We really need to have a beesource gathering some day, somewhere. Chicago maybe?


----------



## TalonRedding (Jul 19, 2013)

[QUOTEWe really need to have a beesource gathering some day, somewhere. Chicago maybe?[/QUOTE]

I'm game! I'd like to meet all you folks in person and say thanks for all the advice that you post. It helped me out a bunch, and still helping. And when I say all you folks, I mean ALL you folks. :applause:


----------



## Cleo C. Hogan Jr (Feb 27, 2010)

Someone set it up. I will try my best to "bee" there.

I would love, to meet in person, all those who contribute to this site.

cchoganjr


----------



## sqkcrk (Dec 10, 2005)

we need another Thread to get this thing going?


----------



## TalonRedding (Jul 19, 2013)

Would need to be centrally located for folks. However, Oldtimer has already said in the "1000 visitors" post that he would welcome beekeeper visitors.  I'm up for New Zealand!


----------



## NeilV (Nov 18, 2006)

I'd drive to Chicago if I did not have a conflict. I've always though that gathering at one of the national conferences would be cool too.

The amount of work Barry has put into this website, and the overall grace and good judgment he demonstrates in running it and dealing with all the personalities involved, is really just amazing. 

I obviously have lots of people on here that I appreciate, but Barry's work is why we have access to all the information and personalities on this site.


----------



## sqkcrk (Dec 10, 2005)

Somebody clever could take all of the locations in the US and figure out where the central location is. Then we could meet somewhere close to there. Easiest to drive to. W/ a good airport.


----------



## NeilV (Nov 18, 2006)

Chicago would come close. The actual closest to the middle would be Kansas City. If people wanted to come to Tulsa (about 4 hours South of K.C. and not a hub airport), I could make arrangements to get it to coincide with the Big Bee Buzz.


----------



## jim lyon (Feb 19, 2006)

NeilV said:


> I'd drive to Chicago if I did not have a conflict. I've always though that gathering at one of the national conferences would be cool too.
> 
> The amount of work Barry has put into this website, and the overall grace and good judgment he demonstrates in running it and dealing with all the personalities involved, is really just amazing.
> 
> I obviously have lots of people on here that I appreciate, but Barry's work is why we have access to all the information and personalities on this site.


:applause:


----------



## Andrew Dewey (Aug 23, 2005)

Barry gets my nomination. Many of the folks mentioned are the current crop of hall of famers - old posters who have given up on bees or left Bee Source for whatever reason should not be forgotten. For some (like Chef Isaac) their enthusiasm and curiosity were impressive. Some like Bjorn know an awful lot about bees. I've backed off posting much over the last month to do some thinking about Bee Source. It is similar to a club and any one with persistence can join!

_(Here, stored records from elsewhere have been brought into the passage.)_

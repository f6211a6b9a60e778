import { z } from "zod";
import { prmsClasses, prmsSubClasses, type PrmsSubClass } from "@/models/vocabulary";
import { basinSchema } from "../basins/schema";
import { fractionSchema, nameSchema, noteSchema, personSchema } from "../common-schema";

const subClasses = Object.values(prmsSubClasses).flat() as [PrmsSubClass, ...PrmsSubClass[]];

export const newFieldSchema = z
  .object({
    name: nameSchema,
    basinId: z.uuid(),
    operator: nameSchema,
    /** decimal degrees, WGS 84 */
    latitude: z.number().min(-90).max(90).nullable().optional(),
    longitude: z.number().min(-180).max(180).nullable().optional(),
    waterDepthFt: z.number().min(0).max(40_000).nullable().optional(),
    workingInterest: fractionSchema,
    netRevenueInterest: fractionSchema,
    prmsClass: z.enum(prmsClasses),
    prmsSubClass: z.enum(subClasses),
    chanceOfCommerciality: fractionSchema,
    responsibleEngineerId: z.uuid().nullable().optional(),
    notes: noteSchema.optional(),
  })
  .strict();
export type NewFieldRequest = z.infer<typeof newFieldSchema>;

export const fieldPatchSchema = newFieldSchema.partial();
export type FieldPatchRequest = z.infer<typeof fieldPatchSchema>;

export const fieldSchema = z.object({
  id: z.uuid(),
  slug: z.string(),
  name: z.string(),
  basin: basinSchema.pick({ id: true, slug: true, name: true }),
  operator: z.string(),
  latitude: z.number().nullable(),
  longitude: z.number().nullable(),
  waterDepthFt: z.number().nullable(),
  workingInterest: z.number(),
  netRevenueInterest: z.number(),
  prmsClass: z.enum(prmsClasses),
  prmsSubClass: z.enum(subClasses),
  chanceOfCommerciality: z.number(),
  responsibleEngineer: personSchema.nullable(),
  notes: z.string(),
  version: z.number().int(),
});
export type FieldView = z.infer<typeof fieldSchema>;
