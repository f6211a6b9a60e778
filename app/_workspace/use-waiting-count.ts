"use client";

import { useQuery } from "@tanstack/react-query";
import { request } from "@/app/_client/request";
import { pageOf } from "@/app/api/v1/common-schema";
import { estimateListItemSchema } from "@/app/api/v1/estimates/schema";

const schema = pageOf(estimateListItemSchema);

/** How many estimates wait for a reviewer; `undefined` until it is known. */
export function useWaitingCount(): number | undefined {
  const { data } = useQuery({
    queryKey: ["estimates", "waiting-count"],
    queryFn: ({ signal }) =>
      request("/api/v1/estimates?state=submitted&limit=1", { schema, signal }),
    select: ({ total }) => total,
    refetchInterval: 60_000,
  });
  return data;
}
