"use client";

import { ProblemError } from "@/app/_client/request";
import { useBasis } from "@/components/basis/use-basis";
import { Button } from "@/components/ui/button";

/** The way back when the basis names a dependence set that is gone; nothing for any other failure. */
export function UseOwnSet({ error }: { error: unknown }) {
  const { basis, setBasis } = useBasis();
  const isGone =
    error instanceof ProblemError &&
    error.status === 404 &&
    basis.dependence !== "default" &&
    error.message.includes("dependence set");
  if (!isGone) return null;
  return (
    <Button size="small" kind="primary" onClick={() => setBasis({ dependence: "default" })}>
      Use the book’s own set
    </Button>
  );
}
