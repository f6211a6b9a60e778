import "server-only";
import { ENGINE_VERSION } from "@/analytics/volumetrics/simulate";
import { requireActor } from "@/app/_server/session";
import type { BasisChoices } from "@/components/layout/basis-strip";
import type { NavItem, Person } from "@/components/layout/top-bar";
import { listDependenceSets } from "@/services/dependence-sets";
import { can, type Actor } from "@/services/policy";
import { listPriceDecks } from "@/services/price-decks";

/** Everybody who is signed in, as the top bar and the sections need them. */
export interface Workspace {
  person: Person;
  nav: NavItem[];
  /** what made the numbers, for the footer */
  engineVersion: string;
}

/** For the layout of signed-in pages. Visitors are sent to sign in. */
export async function loadWorkspace(): Promise<Workspace> {
  const actor = await requireActor();
  return { person: personOf(actor), nav: sectionsOf(actor), engineVersion: ENGINE_VERSION };
}

/**
 * Published price decks, latest first, and dependence sets, the book's own first, for the basis strip. They come with
 * the page: a layout that asked for them in the browser could have them before the page beneath it is hydrated.
 */
export async function loadBasisChoices(): Promise<BasisChoices> {
  const actor = await requireActor();
  const [decks, sets] = await Promise.all([
    listPriceDecks(actor, { state: "published" }, { limit: 50, offset: 0 }),
    listDependenceSets(actor),
  ]);
  return {
    decks: decks.items.map(({ id, name, versionNumber, asOfOn }) => ({
      id,
      name: `${name} v${versionNumber}`,
      asOf: asOfOn,
    })),
    dependenceSets: sets.map(({ id, name, isDefault }) => ({ id, name, isDefault })),
    mayEditSets: can(actor, "dependenceSet.update"),
  };
}

function personOf({ name, role }: Actor): Person {
  const words = name.split(/\s+/).filter(Boolean);
  const initials = [words[0], words.length > 1 ? words.at(-1) : undefined];
  return {
    name,
    role: role.charAt(0).toUpperCase() + role.slice(1),
    initials: initials.map((word) => word?.charAt(0).toUpperCase() ?? "").join(""),
  };
}

function sectionsOf(actor: Actor): NavItem[] {
  return [
    { href: "/portfolio", label: "Portfolio" },
    { href: "/fields", label: "Fields" },
    { href: "/prices", label: "Prices" },
    { href: "/review", label: "Review" },
    ...(can(actor, "import.read") ? [{ href: "/import", label: "Import" }] : []),
    ...(can(actor, "run.create") || can(actor, "run.cancel")
      ? [{ href: "/runs", label: "Runs" }]
      : []),
    ...(can(actor, "user.read") ? [{ href: "/people", label: "People" }] : []),
    ...(can(actor, "audit.read") ? [{ href: "/audit", label: "Audit" }] : []),
  ];
}
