import { z } from "zod";
import { recoveryRoutes } from "@/analytics/recovery/recovery-curve-schema";
import { rangeSchema } from "@/analytics/volumetrics/results-schema";
import { estimateStates } from "@/models/vocabulary";
import { dateSchema, momentSchema } from "../common-schema";
import { reservoirFileSchema } from "../reservoirs/schema";
import { chosenDependenceSchema, chosenPricesSchema, rankedFieldSchema } from "./ranking-schema";
import { fieldSchema } from "./schema";

/** The field by its id, or by the word of its address. */
export const fieldFileParams = z.object({ id: z.string().min(1).max(200) });
export const reservoirPageParams = fieldFileParams.extend({
  reservoir: z.string().min(1).max(200),
});

/** A revision as timelines draw it; ranges are null until it has been run. */
export const revisionRangeSchema = z.object({
  estimateId: z.uuid(),
  revision: z.number().int(),
  state: z.enum(estimateStates),
  note: z.string(),
  creator: z.string(),
  decider: z.string().nullable(),
  createdAt: momentSchema,
  submittedAt: momentSchema.nullable(),
  decidedAt: momentSchema.nullable(),
  effectiveOn: dateSchema.nullable(),
  /** null when recoveries were entered */
  recoveryRoute: z.enum(recoveryRoutes).nullable(),
  condensateRecoverableStb: rangeSchema.nullable(),
  salesGasScf: rangeSchema.nullable(),
  wetGasInPlaceScf: rangeSchema.nullable(),
});
export type RevisionRangeView = z.infer<typeof revisionRangeSchema>;

export const fieldFileSchema = z.object({
  field: fieldSchema,
  reservoirs: z.array(
    z.object({
      id: z.uuid(),
      slug: z.string(),
      name: z.string(),
      depthFt: z.number().nullable(),
      /** newest first */
      revisions: z.array(revisionRangeSchema),
    }),
  ),
  /** the field's row of the ranking on the basis; its ranges are added up trial by trial */
  ranked: rankedFieldSchema,
  fieldsInAll: z.number().int(),
  prices: chosenPricesSchema.nullable(),
  dependence: chosenDependenceSchema,
});
export type FieldFileView = z.infer<typeof fieldFileSchema>;

export const reservoirPageSchema = reservoirFileSchema.extend({
  /** newest first */
  revisions: z.array(revisionRangeSchema),
});
export type ReservoirPageView = z.infer<typeof reservoirPageSchema>;
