"use client";

import { useQuery } from "@tanstack/react-query";
import { request } from "@/app/_client/request";
import { dependenceSetsSchema } from "@/app/api/v1/dependence-sets/schema";

export const dependenceSetsKey = ["dependence-sets"] as const;

/** Every named answer to how fields move together, the book's own first. There are a few. */
export function useDependenceSets({ enabled = true }: { enabled?: boolean } = {}) {
  return useQuery({
    queryKey: dependenceSetsKey,
    queryFn: ({ signal }) =>
      request("/api/v1/dependence-sets", { schema: dependenceSetsSchema, signal }),
    select: ({ items }) =>
      [...items].sort(
        (a, b) => Number(b.isDefault) - Number(a.isDefault) || a.name.localeCompare(b.name),
      ),
    enabled,
  });
}
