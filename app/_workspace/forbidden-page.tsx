import { currentActor } from "@/app/_server/session";
import { LinkButton } from "@/components/ui/button";
import { Page, PageHead } from "@/components/ui/section";

/** What a page shows to a role that it is not for: who is asking, and whom to ask. */
export async function ForbiddenPage() {
  const actor = await currentActor();
  return (
    <Page>
      <PageHead
        title="This page is not for your role"
        lead={
          actor
            ? `You are signed in as ${actor.name}, ${actor.role}. Ask an administrator to do it for you, or to change your role.`
            : "Ask an administrator to do it for you."
        }
        actions={
          <LinkButton href="/portfolio" kind="primary">
            Go to the portfolio
          </LinkButton>
        }
      />
    </Page>
  );
}
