import type { z } from "zod";
import type { Basis } from "@/components/basis/basis";
import type { RankingRequest } from "@/services/portfolio/ranking";
import type { rankingFilterSchema, rankingOrderSchema } from "./ranking-schema";

type RankingQuery = Basis &
  z.output<typeof rankingFilterSchema> &
  z.output<typeof rankingOrderSchema>;

/** The words of the address -> what the service is asked. */
export function toRankingRequest(query: RankingQuery): RankingRequest {
  return {
    basis: query,
    filter: {
      search: query.search,
      basins: query.basin,
      classes: query.class,
      states: query.state,
      engineers: query.engineer,
      yieldFromStbPerMmscf: query.yieldFrom ?? null,
      yieldToStbPerMmscf: query.yieldTo ?? null,
    },
    sort: query.sort,
    direction: query.direction,
  };
}
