"use client";

import { useQueryClient } from "@tanstack/react-query";
import { useRouter } from "next/navigation";
import { useEffect } from "react";
import { ProblemError } from "@/app/_client/request";

const isSignedOut = (error: unknown) => error instanceof ProblemError && error.status === 401;

/**
 * Leads to the sign-in page, and back afterwards, when any answer says that this session is over: it ran out, it was
 * ended from another device, or the account was made inactive.
 */
export function useSessionWatch(): void {
  const client = useQueryClient();
  const router = useRouter();
  useEffect(() => {
    function leave() {
      const here = window.location.pathname + window.location.search;
      router.push(`/sign-in?callbackUrl=${encodeURIComponent(here)}`);
    }
    const stops = [
      client.getQueryCache().subscribe((event) => {
        if (event.type === "updated" && isSignedOut(event.query.state.error)) leave();
      }),
      client.getMutationCache().subscribe((event) => {
        if (event.type === "updated" && isSignedOut(event.mutation.state.error)) leave();
      }),
    ];
    return () => stops.forEach((stop) => stop());
  }, [client, router]);
}
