import { FluidTab } from "../_components/fluid-tab";

export default function FluidPage() {
  return <FluidTab />;
}
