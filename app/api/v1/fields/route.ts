import { withRoute } from "@/app/_server/with-route";
import { createField } from "@/services/fields";
import { presentField } from "./presenter";
import { newFieldSchema } from "./schema";

export const POST = withRoute({
  may: "field.create",
  body: newFieldSchema,
  status: 201,
  handler: ({ actor, body }) => createField(actor, body),
  present: presentField,
});
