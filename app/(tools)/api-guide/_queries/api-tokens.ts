"use client";

import { useMutation, useQuery, useQueryClient } from "@tanstack/react-query";
import { request } from "@/app/_client/request";
import {
  apiTokenSchema,
  apiTokensSchema,
  newApiTokenAnswerSchema,
} from "@/app/api/v1/api-tokens/schema";

const key = ["api-tokens"];

/** The person's own tokens, newest first. */
export function useApiTokens() {
  return useQuery({
    queryKey: key,
    queryFn: ({ signal }) => request("/api/v1/api-tokens", { schema: apiTokensSchema, signal }),
  });
}

/** Makes a token; the answer is the only one that carries the secret. */
export function useCreateToken() {
  const client = useQueryClient();
  return useMutation({
    mutationFn: (name: string) =>
      request("/api/v1/api-tokens", {
        method: "POST",
        body: { name },
        schema: newApiTokenAnswerSchema,
      }),
    onSuccess: () => client.invalidateQueries({ queryKey: key }),
  });
}

/** Makes a token useless at once. */
export function useRevokeToken() {
  const client = useQueryClient();
  return useMutation({
    mutationFn: (id: string) =>
      request(`/api/v1/api-tokens/${id}`, { method: "DELETE", schema: apiTokenSchema }),
    onSuccess: () => client.invalidateQueries({ queryKey: key }),
  });
}
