@pytest.mark.parametrize(
    ("content", "line", "column", "message"),
    [
        ("", 1, 1, "the file is empty"),
        ("# only a comment\n", 1, 1, "the file is empty"),
        (b"", 1, 1, "the file is empty"),
        ("a: 1\n---\nb: 2\n", 2, 1, "not YAML"),
        ("- a\n- b\n", 1, 1, "got a list, expected a mapping with the keys format"),
        ("just words", 1, 1, "got text `just words`, expected a mapping"),
        ("name: \x07\n", 1, 7, "character 0x0007 is not allowed"),
        ('name: "\\U99999999"\n', 1, 1, "not YAML"),
        (b"name: a\ntext: \xff\xfe", 2, 7, "byte 0xff is not UTF-8"),
        ("name: é\n".encode("latin-1"), 1, 7, "byte 0xe9 is not UTF-8"),
        ("name: a\n".encode("utf-16"), 1, 1, "byte 0xff is not UTF-8"),
        ("a" * 250_001, 1, 1, "larger than 250000 bytes"),
        ("a:\n" + "- b\n" * 20_000, 9_999, 3, "more than 5000 keys and values"),
        ("[" * 2000, 1, 31, "nested too deep"),
        ("{a: " * 2000, 1, 1 + 4 * 30, "nested too deep"),
        ("name: !odd x\n", 1, 7, "tag `!odd` is not supported"),
        ("loop: &a\n  deeper: *a\n", 1, 7, "by an alias"),
    ],
)
def test_texts_that_are_no_technology(
    content: str | bytes, line: int, column: int, message: str
) -> None:
    problems = check_technology(content, "own.yaml")
    assert any((p.line, p.column) == (line, column) and message in p.message for p in problems), (
        "\n".join(map(str, problems))
    )


def test_aliases_are_followed(larch: str) -> None:
    text = larch.replace('"60/0"', '&pair "60/0"').replace('"DVSS*", "GND*"]', "*pair]")
    technology, problems = validate(text, "own.yaml")
    assert problems == []
    assert technology is not None
    assert technology.labels.ground_names == ("VSS*", "AVSS*", "60/0")


def test_many_aliases_are_capped() -> None:
    """Nine lists of nine aliases each stand for 9^9 values."""
    lines = ["a0: &a0 [x]"]
    lines += [f"a{i}: &a{i} [{', '.join([f'*a{i - 1}'] * 9)}]" for i in range(1, 10)]
    problems = check_technology("\n".join(lines), "own.yaml")
    assert sum("more than 5000 values" in p.message for p in problems) == 1


def test_severity_off_needs_no_quotes(larch: str) -> None:
    """YAML 1.1 reads a bare ``off`` as false, YAML 1.2 as text; here it is text."""
    technology, problems = validate(
        plant(larch, "untied-body: {severity: fail}", "untied-body: {severity: off}")[0], "own.yaml"
    )
    assert problems == []
    assert technology is not None
    assert technology.rules.untied_body.severity == "off"


def test_windows_line_ends_and_byte_order_mark_change_no_place(larch: str) -> None:
    text = plant(larch, "supply_v: 1.8", "supply_v: off")[0]
    expected = check_technology(text, "own.yaml")
    windows = ("\ufeff" + text.replace("\n", "\r\n")).encode()
    assert check_technology(windows, "own.yaml") == expected
    assert len(expected) == 1
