def test_plateau_of_two_blocks_is_known_by_the_observable() -> None:
    """0.4234 is the gap ratio of two unresolved orthogonal blocks (Giraud et al., PRX 12, 011006 (2022), from memory).

    Any other observable with that value, and a gap ratio with another value, is only said to be off.
    """
    blocks = ", but on that of two unresolved symmetry blocks"
    spelled = [weakest(0.4230, 0.4236, labels=replace(LABELS, observable=name)) for name in ("gap-ratio", "Gap ratio")]
    assert all(found(made)["PLATEAU_MISMATCH"].message.endswith(blocks) for made in spelled)
    others = [weakest(0.48, 0.48), weakest(0.4230, 0.4236, labels=replace(LABELS, observable="entropy"))]
    for made in others:
        caution = found(made)["PLATEAU_MISMATCH"]
        assert caution.message.endswith("not on the ergodic value 0.5307")
        assert caution.action.startswith("check the reference value")


def test_correlated_points_are_not_said_to_be_assumed_independent() -> None:
    """Where the covariance was given, a small noise scale has another cause."""
    made = with_scales((0.7, 0.05), (1.0, 0.05))
    curves = Curves(
        [Curve(c.size, c.disorder, c.mean, c.error, c.noise) for c in made.curves.curves], made.curves.labels
    )
    assert "ERRORS_ASSUMED_INDEPENDENT" in found(made)
    assert "ERRORS_ASSUMED_INDEPENDENT" not in found(replace(made, curves=curves))


@pytest.mark.parametrize(
    ("kind", "dimension", "bound"),
    [
        ("quenched", 1.0, (2.0, "Chayes et al. 1986")),
        ("quenched", 3.0, (2 / 3, "Chayes et al. 1986")),
        ("quasiperiodic", 1.0, (1.0, "Luck 1993")),
        ("quasiperiodic", 2.0, (0.5, "Luck 1993")),
        ("none", 1.0, None),
        ("quenched", None, None),
        ("quasiperiodic", None, None),
    ],
)
def test_exponent_bounds(kind: Any, dimension: float | None, bound: tuple[float, str] | None) -> None:
    """nu >= 2/d for quenched disorder and 1/d for quasi-periodic modulation, else no bound is known.

    Chayes, Chayes, Fisher, Spencer, PRL 57, 2999 (1986); Luck, Europhys. Lett. 24, 359 (1993).
    """
    assert exponent_limit(made_curves(labels=Labels(dimension=dimension, disorder_kind=kind))) == bound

While there is much potential for increasing bee knowledge here, Bee Source is victim to beekeeping fads that originate on Bee Source, and separating the wheat from the chaff can be a large task. New beekeepers need to be of a certain mind set to learn from Bee Source; a weird combination of skepticism and desire to learn are required, and as with many internet forums, a thick skin is required for participation.

Posters come and go on Bee Source. That is the nature of both beekeeping and the Internet. I am grateful to Barry for persevering with the site - though I do miss the days of periodically send him $ instead of seeing all the ads.


----------



## Ian (Jan 16, 2003)

I've been a member on this site for 10 years now and I have seen some great beekeeping figures come and go. Like Jim Fisher ( someone help me on his name spelling ) and Allen Dick who brought a tremendous amount of knowledge to these discussions. But as others who come and gone, they left as they did not like the casual squabble that many conversations would bring. I think having a commercial forum and a treatment free forum was a good strategy to help resolve a lot if background noise.


----------



## jim lyon (Feb 19, 2006)

...and let's not forget that Randy Oliver also posted on here for awhile. I assume the background noise got to him as well. The continual chore of having to squabble with someone with experience and background is one thing but, well......you get my point.


----------



## Hokie Bee Daddy (Apr 1, 2011)

I agree that Barry deserves major kudos (and a nomination) for creating the site. I've learned more from this site than any other source. Before I came here I was told to do this or that without explaination. Now I understand the why's behind the rules and that's made me a better beekeeeper. When you look at who posts now and who has posted in past it really is a "who's who" of the beekeeping world.


----------



## RiodeLobo (Oct 11, 2010)

sqkcrk said:


> Somebody clever could take all of the locations in the US and figure out where the central location is. Then we could meet somewhere close to there. Easiest to drive to. W/ a good airport.


Vegas baby.


----------



## TWall (May 19, 2010)

The ones I would mention have already been nominated.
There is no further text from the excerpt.